What is expected -> Please report, as a bare number, how many lines below include the string "Promise".

Data listing ->

>>>>>

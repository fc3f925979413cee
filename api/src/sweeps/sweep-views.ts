import type { EntityManager } from '@mikro-orm/postgresql';
import { safetyCaution } from '../../../shared/model/safety-caution.js';
import type { ShardSummary, SweepDetail, SweepSummary } from '../../../shared/schemas/sweep.js';
import type { SweepLeaderboard } from '../../../shared/schemas/sweep-leaderboard.js';
import { leaderboardEntries } from '../../../shared/sweeps/leaderboard-view.js';
import { Shard } from '../entities/shard.js';
import { Sweep } from '../entities/sweep.js';

const iso = (date: Date | null | undefined) => (date ? date.toISOString() : null);

function bestOf(sweep: Sweep): SweepSummary['best'] {
  const result = sweep.result;
  if (result && typeof result === 'object' && 'best' in result && result.best && result.models[0]) {
    return { terms: result.best.terms, energy: result.best.energy, rss: result.models[0].rss };
  }
  const first = sweep.leaderboard?.best[0];
  if (!first || !sweep.problemMeta) return null;
  const [entry] = leaderboardEntries(sweep.problemMeta, sweep.description.coordinates, [first]);
  return entry ? { terms: entry.terms, energy: entry.energy, rss: entry.rss } : null;
}

export function toSweepSummary(sweep: Sweep): SweepSummary {
  return {
    id: sweep.id,
    projectId: sweep.project.id,
    teamId: sweep.team.id,
    name: sweep.name,
    state: sweep.state,
    stateReason: sweep.stateReason ?? null,
    candidateSet: { id: sweep.candidateSetId ?? null, name: sweep.candidateSetName },
    launchedBy: { id: sweep.launchedById, name: sweep.launchedByName },
    launchedAt: sweep.launchedAt.toISOString(),
    startedAt: iso(sweep.startedAt),
    endedAt: iso(sweep.endedAt),
    cancelledBy: sweep.cancelledById ? { id: sweep.cancelledById, name: sweep.cancelledByName ?? '' } : null,
    cancelledAt: iso(sweep.cancelledAt),
    totalSubsets: sweep.totalSubsets,
    evaluated: sweep.evaluated,
    rejected: sweep.rejected,
    cpuSeconds: sweep.cpuSeconds,
    estimatedCpuSeconds: sweep.estimatedCpuSeconds,
    shardCount: sweep.shardCount,
    shardsDone: sweep.shardsDone,
    best: bestOf(sweep),
  };
}

export function toShardSummary(shard: Shard): ShardSummary {
  return {
    id: shard.id,
    index: shard.index,
    slices: shard.slices,
    subsets: shard.subsets,
    state: shard.state,
    attempts: shard.attempts,
    worker: shard.worker ?? null,
    evaluated: shard.evaluated,
    rejected: shard.rejected,
    cpuSeconds: shard.cpuSeconds,
    startedAt: iso(shard.startedAt),
    endedAt: iso(shard.endedAt),
  };
}

/** A sweep as stored now, with the lazy result loaded (it carries the chosen best model once finished). */
export async function loadSweepForView(em: EntityManager, where: { id: string; team?: string }): Promise<Sweep | null> {
  return em.findOne(Sweep, where, { populate: ['result'], refresh: true });
}

export async function toSweepDetail(em: EntityManager, sweep: Sweep): Promise<SweepDetail> {
  const shards = await em.find(Shard, { sweep: sweep.id }, { orderBy: { index: 'asc' }, refresh: true });
  return {
    ...toSweepSummary(sweep),
    description: sweep.description,
    candidateCount: sweep.candidateCount ?? null,
    excluded: sweep.excluded,
    warnings: sweep.warnings,
    shards: shards.map(toShardSummary),
  };
}

export function toSweepLeaderboard(sweep: Sweep): SweepLeaderboard {
  const board = sweep.leaderboard;
  const meta = sweep.problemMeta;
  const entries = (list: Parameters<typeof leaderboardEntries>[2]) => (meta ? leaderboardEntries(meta, sweep.description.coordinates, list) : []);
  const result = sweep.result && typeof sweep.result === 'object' && 'models' in sweep.result ? sweep.result : null;
  return {
    sweepId: sweep.id,
    state: sweep.state,
    version: sweep.leaderboardVersion,
    evaluated: sweep.evaluated,
    rejected: sweep.rejected,
    totalSubsets: sweep.totalSubsets,
    rowCount: sweep.rowCount ?? null,
    overall: board ? entries(board.best) : [],
    bySize: board
      ? Object.entries(board.bestBySize)
          .map(([size, list]) => ({ size: Number(size), entries: entries(list) }))
          .sort((a, b) => a.size - b.size)
      : [],
    result,
    caution: safetyCaution,
  };
}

<<<<<

Solution for this task -> 2